To me it's either/or. If you think there should be some restrictions, then the level of restriction is arbitrary and can be set by public debate (i.e. mild restrictions such as limits on contributions, all the way to public financing - it's just a matter of degree). If you believe limits are fundamental restrictions, then I don't see how you can support ANY restriction.

And if you don't believe the "money = speech" theorem, then providing the Devil's Advocate argument works too.

The argument is that contributions have stronger links to corruption where independent expenditures don't, a distinction created in Buckley v. Valeo and mostly upheld since. Check out Thomas' dissent in Nixon v. Shrink Missouri Government PAC if you want to see an argument against it; I enjoyed this line:

quote:

For nearly half a century, this Court has extended First Amendment protection to a multitude of forms of "speech," such as making false defamatory statements, filing lawsuits, dancing nude, exhibiting drive-in movies with nudity, burning flags, and wearing military uniforms. Not surprisingly, the Courts of Appeals have followed our lead and concluded that the First Amendment protects, for example, begging, shouting obscenities, erecting tables on a sidewalk, and refusing to wear a necktie. In light of the many cases of this sort, today's decision is a most curious anomaly. Whatever the proper status of such activities under the First Amendment, I am confident that they are less integral to the functioning of our Republic than campaign contributions. Yet the majority today, rather than going out of its way to protect political speech, goes out of its way to avoid protecting it.

Mornacale posted:

Why would the right wing bother to bring Citizens United and ensure that it gets decided as it does if it has no benefit?

Not all right-wing groups are the same. And when BCRA was first challenged the plaintiffs were a diverse list; including Mitch McConnell, the AFL-CIO, the NRA, the California Democratic Party, the National Right to Life Committee, the ACLU, and, of course, Ron Paul. Many of them came back for Citizens United.

kurona_bright posted:

gently caress it, we can't really stop very rich people from doing what they want. Let's stop trying to regulate them and give up any notion of regulating them in the future! After all, any regulations in the end are fundamentally meaningless because they'll always be able to do whatever they want anyways!

What regulation do you think only harms "very rich people"?

Femur
Jan 10, 2004
I REALLY NEED TO SHUT THE FUCK UP

Kiwi Ghost Chips posted:

What regulation do you think only harms "very rich people"?

Increasing Workers Rights. Like building regulations? It seems a lot?
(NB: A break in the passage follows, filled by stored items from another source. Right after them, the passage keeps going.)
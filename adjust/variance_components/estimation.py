"""Variance components by iteration: weights, fit, scale of each group, new weights.

The almost unbiased estimate σ²_k ← σ²_k · s²_k (Förstner 1979, see `scale`) comes to rest where vᵀPv = Σr in every
group, which is where the restricted likelihood is largest (Patterson & Thompson 1971, see `information`; from memory).
Groups that share much of their redundancy make it slow. Near the solution the step is therefore taken through the
information matrix F, ln σ² ← ln σ² + F⁻¹ (½ r ln s²), which is Fisher's scoring to first order.
"""

from __future__ import annotations

from collections.abc import Collection
from dataclasses import dataclass

import numpy as np

from adjust.adjustment import Adjustment
from adjust.arrays import BoolArray, FloatArray, IntArray
from adjust.variance_components.fit import Weighted
from adjust.variance_components.groups import Group, enough, find_groups
from adjust.variance_components.information import information
from adjust.variance_components.outlying import Neighbours, set_aside, taken_back
from adjust.variance_components.scale import bounded_scales, inefficiency, plain_scales

MOST_STEPS = 25
"""Two or three are usual; more only where several blunders are peeled off each other."""

SETTLED = 0.1
"""A step below that many sds of ln σ² is the last: what would follow is of second order."""

SETTLED_AT_LEAST = 0.01
"""Nor does a step matter that changes a factor by less than half a per cent, whatever its sd."""

NEAR = 2.0
"""Of ln σ²: farther from the solution, where sds are wrong by a factor of three, the plain step is the safer one."""

SLIGHT = 1e-3
"""Of the observations of a group: so few that change sides move its factor by less than half a per cent."""

FARTHEST = 2 * np.log(100.0)
"""Of ln σ²: sds wrong by a factor of a hundred are another unit."""


@dataclass(frozen=True)
class Estimate:
    """Where the iteration came to rest; arrays (groups,), NaN where a group was not estimated.

    `logarithm` is that of the variance factor, `covariance` (groups, groups) its covariance. `aside` (observations,)
    took no part.
    """

    groups: tuple[Group, ...]
    redundancy: FloatArray
    logarithm: FloatArray
    covariance: FloatArray
    aside: BoolArray
    steps: int


def estimate(
    adjustment: Adjustment, without: Collection[str] = (), *, robust: bool = True, settled: float = SETTLED
) -> Estimate:
    """The iteration; a step below `settled` sds ends it."""
    return _Iteration(adjustment, without, robust, settled).run()


class _Iteration:
    def __init__(self, adjustment: Adjustment, without: Collection[str], robust: bool, settled: float) -> None:
        self.weighted = Weighted(adjustment)
        self.robust, self.settled = robust, settled
        kinds = [block.observations for block in self.weighted.blocks]
        self.fit = self.weighted.as_adjusted()
        self.groups = find_groups(kinds, self.fit.redundancy)
        self.group: IntArray = np.zeros(len(self.weighted.components), dtype=np.int64)
        for number, group in enumerate(self.groups):
            self.group[group.rows] = number
        self.free = enough(self.groups, self.fit.redundancy)
        self.logarithm = np.zeros(len(self.groups))
        self.named = _named(adjustment, without)
        self.aside = self.named.copy()
        self.returned = np.zeros_like(self.aside)
        self.neighbours = _neighbours(self.weighted, len(adjustment.job.marks))
        self.inverse = np.zeros((len(self.groups), len(self.groups)))

    def run(self) -> Estimate:
        """Until every step is small and no observation changes sides."""
        if self.aside.any():
            self._refit()
        for steps in range(1, MOST_STEPS + 1):
            square = self._squares()
            out, back = self._change_sides(square)
            if steps == MOST_STEPS or self._is_slight(out | back):
                step = self._step(square)
                self.logarithm = np.clip(self.logarithm + step, -FARTHEST, FARTHEST)
                if steps == MOST_STEPS or (self._is_small(step) and not out.any()):
                    break
            self._refit()
        return self._estimate(steps)

    def _estimate(self, steps: int) -> Estimate:
        loss = np.array([inefficiency(group.components) if self.robust else 1.0 for group in self.groups])
        known = np.where(self.free, self.logarithm, np.nan)
        covariance = np.where(self.free, self.inverse, np.nan) * np.sqrt(np.outer(loss, loss))
        return Estimate(self.groups, self._redundancy(), known, covariance, self.aside, steps)

    def _refit(self) -> None:
        self.fit = self.weighted.under(np.exp(self.logarithm / 2)[self.group], self.aside)

    def _squares(self) -> FloatArray:
        """s² (groups,) of each group, 1 where it is not estimated."""
        fit, count = self.fit, len(self.groups)
        if self.robust:
            components = np.maximum(fit.checked, 1)
            found = bounded_scales(fit.energy, fit.test, fit.redundancy, components, self.group, count)
        else:
            found = plain_scales(fit.energy, fit.redundancy, self.group, count)
        return np.where(self.free & np.isfinite(found), found, 1.0)

    def _change_sides(self, square: FloatArray) -> tuple[BoolArray, BoolArray]:
        """Set aside what stands too far off, take back what does not: which observations that were."""
        if not self.robust:
            return np.zeros_like(self.aside), np.zeros_like(self.aside)
        out = set_aside(self.fit, square, self.group, ~(self.aside | self.returned), self.neighbours)
        back = taken_back(self.fit, square, self.group, self.aside & ~self.named)
        self.returned |= back
        self.aside = (self.aside | out) & ~back
        return out, back

    def _is_slight(self, changed: BoolArray) -> bool:
        """Whether few observations changed sides in every group; where many did, s² is not yet that of the others."""
        count = len(self.groups)
        share = np.bincount(self.group[changed], minlength=count) / np.bincount(self.group, minlength=count)
        return bool(np.all(share <= SLIGHT))

    def _redundancy(self) -> FloatArray:
        """Σr (groups,)."""
        return np.bincount(self.group, self.fit.redundancy, len(self.groups)).astype(np.float64)

    def _inverse(self, redundancy: FloatArray) -> FloatArray:
        """F⁻¹ (groups, groups) of the groups that are estimated, 0 for the others."""
        takes_part = np.where(self.aside, -1, self.group)[self.weighted.of_system_row]
        full = information(self.fit.factor, takes_part, redundancy)
        free = np.ix_(self.free, self.free)
        inverse = np.zeros_like(full)
        inverse[free] = np.linalg.pinv(full[free])
        return inverse

    def _step(self, square: FloatArray) -> FloatArray:
        """Of ln σ² (groups,): through the information matrix where that is near, else that of each group by itself."""
        plain, redundancy = np.log(square), self._redundancy()
        self.inverse = self._inverse(redundancy)
        if np.abs(plain).max(initial=0.0) > NEAR:
            return plain
        return np.clip(self.inverse @ (redundancy / 2 * plain), -NEAR, NEAR)

    def _is_small(self, step: FloatArray) -> bool:
        sd = np.sqrt(np.diag(self.inverse))
        return bool(np.all(np.abs(step) <= self.settled * np.maximum(sd, SETTLED_AT_LEAST / SETTLED)))


def _named(adjustment: Adjustment, without: Collection[str]) -> BoolArray:
    """Which observations bear one of the sources `without`."""
    named = np.zeros(sum(len(table.observations) for table in adjustment.residuals), dtype=bool)
    if without:
        everything = sources(adjustment, ~named)
        named[[place for place, label in everything.items() if label in without]] = True
    return named


def sources(adjustment: Adjustment, aside: BoolArray) -> dict[int, str]:
    """Sources of the observations that took no part, by their place."""
    labels, first = {}, 0
    for table in adjustment.residuals:
        for row in np.flatnonzero(aside[first : first + len(table.observations)]).tolist():
            labels[first + row] = table.observations.provenance.label(row)
        first += len(table.observations)
    return labels


def _neighbours(weighted: Weighted, marks: int) -> Neighbours:
    pairs = [
        (
            np.repeat(np.arange(here.start, here.stop), block.observations.marks.shape[1]),
            block.observations.marks.ravel(),
        )
        for block, here in zip(weighted.blocks, weighted.places, strict=True)
    ]
    return Neighbours(np.concatenate([pair[0] for pair in pairs]), np.concatenate([pair[1] for pair in pairs]), marks)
Femur fucked around with this message at 08:48 on May 25, 2014

paranoid randroid
Mar 4, 2007
e. disregard, a bad post was here

paranoid randroid fucked around with this message at 12:13 on May 25, 2014

HUGE PUBES A PLUS
Apr 30, 2005

The Sovereign Cliven Bundy "only the county sheriff has the authority to arrest me" people are holding a camp out in Michigan. I used to go to that camp when I was a kid for summer youth camp. You can pay in dollars, the equivalent amount in bitcoin, gold or silver when you register.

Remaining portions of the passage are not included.